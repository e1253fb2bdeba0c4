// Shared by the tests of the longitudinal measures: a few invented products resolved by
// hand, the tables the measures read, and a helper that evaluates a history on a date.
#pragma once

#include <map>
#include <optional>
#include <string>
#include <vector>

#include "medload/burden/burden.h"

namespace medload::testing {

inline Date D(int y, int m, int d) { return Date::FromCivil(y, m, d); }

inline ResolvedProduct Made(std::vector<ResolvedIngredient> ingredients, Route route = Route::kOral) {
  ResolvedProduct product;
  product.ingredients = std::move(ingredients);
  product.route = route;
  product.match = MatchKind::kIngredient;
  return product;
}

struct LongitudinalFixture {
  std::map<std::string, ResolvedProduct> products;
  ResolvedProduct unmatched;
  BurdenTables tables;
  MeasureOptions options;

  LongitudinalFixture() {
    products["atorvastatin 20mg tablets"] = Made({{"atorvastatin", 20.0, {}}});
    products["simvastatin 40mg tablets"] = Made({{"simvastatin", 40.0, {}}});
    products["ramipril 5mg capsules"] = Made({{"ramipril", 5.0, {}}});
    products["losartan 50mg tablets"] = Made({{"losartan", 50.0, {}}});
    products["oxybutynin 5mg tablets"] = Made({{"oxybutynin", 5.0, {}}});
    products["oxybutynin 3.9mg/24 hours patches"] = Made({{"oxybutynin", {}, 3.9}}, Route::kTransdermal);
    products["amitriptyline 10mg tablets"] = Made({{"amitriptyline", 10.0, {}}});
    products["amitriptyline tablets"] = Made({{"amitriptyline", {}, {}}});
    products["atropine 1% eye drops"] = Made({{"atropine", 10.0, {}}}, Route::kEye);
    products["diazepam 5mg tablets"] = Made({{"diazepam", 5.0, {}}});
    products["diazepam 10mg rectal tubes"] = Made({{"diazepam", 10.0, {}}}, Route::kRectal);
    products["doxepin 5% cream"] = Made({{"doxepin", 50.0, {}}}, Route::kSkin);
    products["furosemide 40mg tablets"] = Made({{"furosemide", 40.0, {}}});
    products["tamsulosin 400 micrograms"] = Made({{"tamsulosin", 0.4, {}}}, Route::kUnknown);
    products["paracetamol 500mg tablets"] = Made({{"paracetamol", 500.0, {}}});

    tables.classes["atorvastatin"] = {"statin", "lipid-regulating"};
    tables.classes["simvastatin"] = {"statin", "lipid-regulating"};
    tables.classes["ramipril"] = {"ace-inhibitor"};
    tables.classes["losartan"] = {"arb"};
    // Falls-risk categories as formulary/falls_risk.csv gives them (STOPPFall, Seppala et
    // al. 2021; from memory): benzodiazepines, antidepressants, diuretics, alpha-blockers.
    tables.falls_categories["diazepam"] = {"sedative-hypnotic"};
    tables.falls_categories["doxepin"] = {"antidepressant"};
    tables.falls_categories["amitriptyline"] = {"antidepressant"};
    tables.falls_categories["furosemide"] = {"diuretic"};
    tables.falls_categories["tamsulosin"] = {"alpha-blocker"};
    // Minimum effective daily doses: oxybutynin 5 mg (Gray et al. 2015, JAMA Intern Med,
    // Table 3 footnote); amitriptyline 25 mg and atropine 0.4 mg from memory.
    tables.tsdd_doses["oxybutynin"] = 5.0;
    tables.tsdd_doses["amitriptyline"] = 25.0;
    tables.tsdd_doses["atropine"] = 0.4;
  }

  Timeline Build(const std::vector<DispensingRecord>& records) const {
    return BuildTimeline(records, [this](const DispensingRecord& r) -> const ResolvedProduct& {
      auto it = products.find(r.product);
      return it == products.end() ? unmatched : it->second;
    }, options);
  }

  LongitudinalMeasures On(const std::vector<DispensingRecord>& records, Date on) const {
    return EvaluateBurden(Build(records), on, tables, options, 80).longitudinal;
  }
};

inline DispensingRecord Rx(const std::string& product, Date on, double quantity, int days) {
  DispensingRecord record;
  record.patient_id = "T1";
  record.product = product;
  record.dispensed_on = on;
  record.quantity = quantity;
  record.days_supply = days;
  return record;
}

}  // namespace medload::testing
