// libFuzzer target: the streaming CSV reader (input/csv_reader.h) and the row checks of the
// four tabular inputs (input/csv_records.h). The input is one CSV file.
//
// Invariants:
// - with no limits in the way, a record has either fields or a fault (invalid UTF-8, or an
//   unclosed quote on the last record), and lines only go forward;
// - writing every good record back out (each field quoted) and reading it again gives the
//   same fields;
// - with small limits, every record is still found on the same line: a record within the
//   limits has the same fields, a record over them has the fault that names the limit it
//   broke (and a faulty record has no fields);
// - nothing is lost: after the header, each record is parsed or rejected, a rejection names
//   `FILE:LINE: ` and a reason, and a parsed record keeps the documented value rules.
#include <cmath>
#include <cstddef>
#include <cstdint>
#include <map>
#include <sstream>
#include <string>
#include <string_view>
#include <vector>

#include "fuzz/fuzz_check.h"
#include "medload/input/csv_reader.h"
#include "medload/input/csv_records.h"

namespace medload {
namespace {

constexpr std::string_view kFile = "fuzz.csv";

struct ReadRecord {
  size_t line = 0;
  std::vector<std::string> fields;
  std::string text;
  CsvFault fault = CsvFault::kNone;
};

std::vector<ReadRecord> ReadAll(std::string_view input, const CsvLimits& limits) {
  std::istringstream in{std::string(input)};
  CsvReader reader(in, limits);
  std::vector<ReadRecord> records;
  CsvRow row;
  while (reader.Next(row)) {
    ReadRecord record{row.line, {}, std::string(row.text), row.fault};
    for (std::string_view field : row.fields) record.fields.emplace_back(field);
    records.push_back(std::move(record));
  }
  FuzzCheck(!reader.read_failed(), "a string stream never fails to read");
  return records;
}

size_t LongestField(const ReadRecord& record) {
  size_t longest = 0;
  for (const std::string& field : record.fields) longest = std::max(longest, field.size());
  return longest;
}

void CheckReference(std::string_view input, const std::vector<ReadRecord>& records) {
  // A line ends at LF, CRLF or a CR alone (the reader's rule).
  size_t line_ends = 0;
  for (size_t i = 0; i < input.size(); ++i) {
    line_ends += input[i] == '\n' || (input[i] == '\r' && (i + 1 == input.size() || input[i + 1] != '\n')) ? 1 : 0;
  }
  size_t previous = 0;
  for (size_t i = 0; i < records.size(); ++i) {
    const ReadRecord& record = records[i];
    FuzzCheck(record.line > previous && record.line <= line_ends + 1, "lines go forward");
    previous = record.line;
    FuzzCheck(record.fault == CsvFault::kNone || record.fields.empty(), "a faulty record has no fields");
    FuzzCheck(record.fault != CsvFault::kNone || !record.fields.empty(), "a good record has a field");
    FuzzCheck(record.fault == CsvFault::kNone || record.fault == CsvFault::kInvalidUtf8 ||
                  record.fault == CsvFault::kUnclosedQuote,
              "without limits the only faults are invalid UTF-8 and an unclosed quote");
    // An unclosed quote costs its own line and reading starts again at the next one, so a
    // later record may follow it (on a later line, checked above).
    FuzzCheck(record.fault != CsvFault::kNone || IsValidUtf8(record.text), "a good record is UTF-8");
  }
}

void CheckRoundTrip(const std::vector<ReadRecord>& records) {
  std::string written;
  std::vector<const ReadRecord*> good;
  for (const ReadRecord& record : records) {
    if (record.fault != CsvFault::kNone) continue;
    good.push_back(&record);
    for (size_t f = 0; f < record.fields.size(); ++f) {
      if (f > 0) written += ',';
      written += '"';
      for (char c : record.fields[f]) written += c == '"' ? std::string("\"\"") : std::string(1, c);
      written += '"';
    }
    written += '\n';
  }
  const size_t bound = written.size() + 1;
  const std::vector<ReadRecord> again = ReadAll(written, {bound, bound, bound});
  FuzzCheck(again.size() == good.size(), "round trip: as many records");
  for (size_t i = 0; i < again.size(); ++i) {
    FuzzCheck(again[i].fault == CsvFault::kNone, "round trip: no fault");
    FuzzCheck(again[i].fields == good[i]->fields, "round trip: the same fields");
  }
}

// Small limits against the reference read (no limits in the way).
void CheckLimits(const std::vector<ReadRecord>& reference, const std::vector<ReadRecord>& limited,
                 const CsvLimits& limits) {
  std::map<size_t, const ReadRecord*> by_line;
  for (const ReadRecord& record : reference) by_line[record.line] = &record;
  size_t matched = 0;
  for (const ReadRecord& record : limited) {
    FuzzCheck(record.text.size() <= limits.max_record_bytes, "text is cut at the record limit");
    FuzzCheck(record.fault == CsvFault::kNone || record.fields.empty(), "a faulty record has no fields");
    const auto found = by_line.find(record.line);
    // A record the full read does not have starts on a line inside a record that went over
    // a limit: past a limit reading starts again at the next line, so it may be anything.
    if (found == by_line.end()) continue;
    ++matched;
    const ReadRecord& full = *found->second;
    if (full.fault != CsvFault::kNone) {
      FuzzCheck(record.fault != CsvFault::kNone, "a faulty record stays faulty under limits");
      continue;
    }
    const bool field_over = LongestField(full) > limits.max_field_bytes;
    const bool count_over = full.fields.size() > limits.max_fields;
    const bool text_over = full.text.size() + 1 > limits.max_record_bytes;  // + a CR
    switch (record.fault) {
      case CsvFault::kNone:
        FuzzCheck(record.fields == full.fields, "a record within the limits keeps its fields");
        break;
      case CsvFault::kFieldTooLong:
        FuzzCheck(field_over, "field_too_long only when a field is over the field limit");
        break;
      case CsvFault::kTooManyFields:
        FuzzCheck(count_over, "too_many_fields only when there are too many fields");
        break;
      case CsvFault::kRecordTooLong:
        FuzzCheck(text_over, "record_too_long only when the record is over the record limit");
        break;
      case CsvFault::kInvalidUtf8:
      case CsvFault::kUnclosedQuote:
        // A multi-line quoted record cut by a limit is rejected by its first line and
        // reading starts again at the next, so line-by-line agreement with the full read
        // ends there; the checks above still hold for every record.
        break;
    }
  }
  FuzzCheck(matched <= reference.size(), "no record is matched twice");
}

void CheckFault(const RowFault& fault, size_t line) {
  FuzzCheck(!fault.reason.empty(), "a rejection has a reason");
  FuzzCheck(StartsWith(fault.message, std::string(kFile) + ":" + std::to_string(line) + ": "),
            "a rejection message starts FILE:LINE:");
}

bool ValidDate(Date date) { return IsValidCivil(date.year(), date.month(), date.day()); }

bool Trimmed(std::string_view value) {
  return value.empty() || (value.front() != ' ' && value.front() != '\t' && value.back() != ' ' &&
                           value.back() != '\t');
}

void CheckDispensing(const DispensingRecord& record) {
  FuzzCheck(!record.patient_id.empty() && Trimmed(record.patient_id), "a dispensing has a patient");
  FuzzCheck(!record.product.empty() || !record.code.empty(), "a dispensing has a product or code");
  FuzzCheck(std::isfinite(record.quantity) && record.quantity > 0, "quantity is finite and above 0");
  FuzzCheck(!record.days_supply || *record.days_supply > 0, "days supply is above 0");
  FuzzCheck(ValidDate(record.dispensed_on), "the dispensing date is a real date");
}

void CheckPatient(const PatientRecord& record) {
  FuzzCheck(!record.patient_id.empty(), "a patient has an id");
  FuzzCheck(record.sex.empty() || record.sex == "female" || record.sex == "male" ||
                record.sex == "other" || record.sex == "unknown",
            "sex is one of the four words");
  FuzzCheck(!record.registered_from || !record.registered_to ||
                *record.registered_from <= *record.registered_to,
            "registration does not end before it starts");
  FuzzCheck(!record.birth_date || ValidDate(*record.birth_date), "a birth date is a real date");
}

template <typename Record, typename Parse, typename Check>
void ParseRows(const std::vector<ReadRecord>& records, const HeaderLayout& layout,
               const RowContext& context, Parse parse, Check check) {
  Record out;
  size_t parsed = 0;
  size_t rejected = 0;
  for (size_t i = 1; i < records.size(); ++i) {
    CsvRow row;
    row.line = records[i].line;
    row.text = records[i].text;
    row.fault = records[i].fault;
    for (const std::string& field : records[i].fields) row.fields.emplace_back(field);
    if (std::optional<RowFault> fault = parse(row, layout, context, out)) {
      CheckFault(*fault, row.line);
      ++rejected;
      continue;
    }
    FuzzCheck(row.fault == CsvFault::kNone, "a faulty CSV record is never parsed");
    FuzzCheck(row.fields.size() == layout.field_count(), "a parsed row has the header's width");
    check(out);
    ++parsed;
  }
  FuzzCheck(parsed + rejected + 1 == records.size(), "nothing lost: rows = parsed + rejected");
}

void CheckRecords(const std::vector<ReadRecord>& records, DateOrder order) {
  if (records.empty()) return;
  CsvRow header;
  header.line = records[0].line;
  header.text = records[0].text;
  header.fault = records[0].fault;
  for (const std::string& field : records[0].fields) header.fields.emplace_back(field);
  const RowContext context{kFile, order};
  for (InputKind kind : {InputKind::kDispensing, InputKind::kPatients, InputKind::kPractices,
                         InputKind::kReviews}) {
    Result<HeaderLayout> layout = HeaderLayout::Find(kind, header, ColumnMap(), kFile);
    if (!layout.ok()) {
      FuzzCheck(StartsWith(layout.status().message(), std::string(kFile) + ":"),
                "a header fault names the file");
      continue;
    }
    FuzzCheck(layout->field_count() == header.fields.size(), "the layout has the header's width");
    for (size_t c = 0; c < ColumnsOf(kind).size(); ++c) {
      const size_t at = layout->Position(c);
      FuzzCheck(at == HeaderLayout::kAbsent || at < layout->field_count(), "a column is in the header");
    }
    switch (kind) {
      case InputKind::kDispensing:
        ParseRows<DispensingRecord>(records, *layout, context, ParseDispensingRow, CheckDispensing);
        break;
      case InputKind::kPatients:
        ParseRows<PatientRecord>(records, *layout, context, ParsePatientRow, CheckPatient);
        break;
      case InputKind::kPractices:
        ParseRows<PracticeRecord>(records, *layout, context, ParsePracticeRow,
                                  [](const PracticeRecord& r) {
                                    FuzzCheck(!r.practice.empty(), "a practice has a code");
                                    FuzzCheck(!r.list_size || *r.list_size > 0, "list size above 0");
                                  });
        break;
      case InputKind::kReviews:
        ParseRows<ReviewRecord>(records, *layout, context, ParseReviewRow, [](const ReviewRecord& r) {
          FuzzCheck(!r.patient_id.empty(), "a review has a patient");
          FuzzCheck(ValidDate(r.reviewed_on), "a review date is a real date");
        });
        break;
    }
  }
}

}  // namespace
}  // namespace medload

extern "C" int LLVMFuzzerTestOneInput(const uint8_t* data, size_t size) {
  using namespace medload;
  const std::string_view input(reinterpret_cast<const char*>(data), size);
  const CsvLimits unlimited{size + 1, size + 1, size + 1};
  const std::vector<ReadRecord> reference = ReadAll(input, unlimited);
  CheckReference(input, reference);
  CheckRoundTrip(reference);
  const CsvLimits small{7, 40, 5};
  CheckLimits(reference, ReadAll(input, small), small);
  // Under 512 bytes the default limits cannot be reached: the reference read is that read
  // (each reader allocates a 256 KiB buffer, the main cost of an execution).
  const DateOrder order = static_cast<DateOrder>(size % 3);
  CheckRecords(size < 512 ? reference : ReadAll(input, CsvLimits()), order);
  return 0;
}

++++++++++++++++++++

[TRY IT]: All lines above from the one containing "const auto found" to the one containing "void CheckDispensing(const DispensingRecord&" must be repeated exactly, both lines included, and no others.

[TASK ANSWER]:
    const auto found = by_line.find(record.line);
    // A record the full read does not have starts on a line inside a record that went over
    // a limit: past a limit reading starts again at the next line, so it may be anything.
    if (found == by_line.end()) continue;
    ++matched;
    const ReadRecord& full = *found->second;
    if (full.fault != CsvFault::kNone) {
      FuzzCheck(record.fault != CsvFault::kNone, "a faulty record stays faulty under limits");
      continue;
    }
    const bool field_over = LongestField(full) > limits.max_field_bytes;
    const bool count_over = full.fields.size() > limits.max_fields;
    const bool text_over = full.text.size() + 1 > limits.max_record_bytes;  // + a CR
    switch (record.fault) {
      case CsvFault::kNone:
        FuzzCheck(record.fields == full.fields, "a record within the limits keeps its fields");
        break;
      case CsvFault::kFieldTooLong:
        FuzzCheck(field_over, "field_too_long only when a field is over the field limit");
        break;
      case CsvFault::kTooManyFields:
        FuzzCheck(count_over, "too_many_fields only when there are too many fields");
        break;
      case CsvFault::kRecordTooLong:
        FuzzCheck(text_over, "record_too_long only when the record is over the record limit");
        break;
      case CsvFault::kInvalidUtf8:
      case CsvFault::kUnclosedQuote:
        // A multi-line quoted record cut by a limit is rejected by its first line and
        // reading starts again at the next, so line-by-line agreement with the full read
        // ends there; the checks above still hold for every record.
        break;
    }
  }
  FuzzCheck(matched <= reference.size(), "no record is matched twice");
}

void CheckFault(const RowFault& fault, size_t line) {
  FuzzCheck(!fault.reason.empty(), "a rejection has a reason");
  FuzzCheck(StartsWith(fault.message, std::string(kFile) + ":" + std::to_string(line) + ": "),
            "a rejection message starts FILE:LINE:");
}

bool ValidDate(Date date) { return IsValidCivil(date.year(), date.month(), date.day()); }

bool Trimmed(std::string_view value) {
  return value.empty() || (value.front() != ' ' && value.front() != '\t' && value.back() != ' ' &&
                           value.back() != '\t');
}

void CheckDispensing(const DispensingRecord& record) {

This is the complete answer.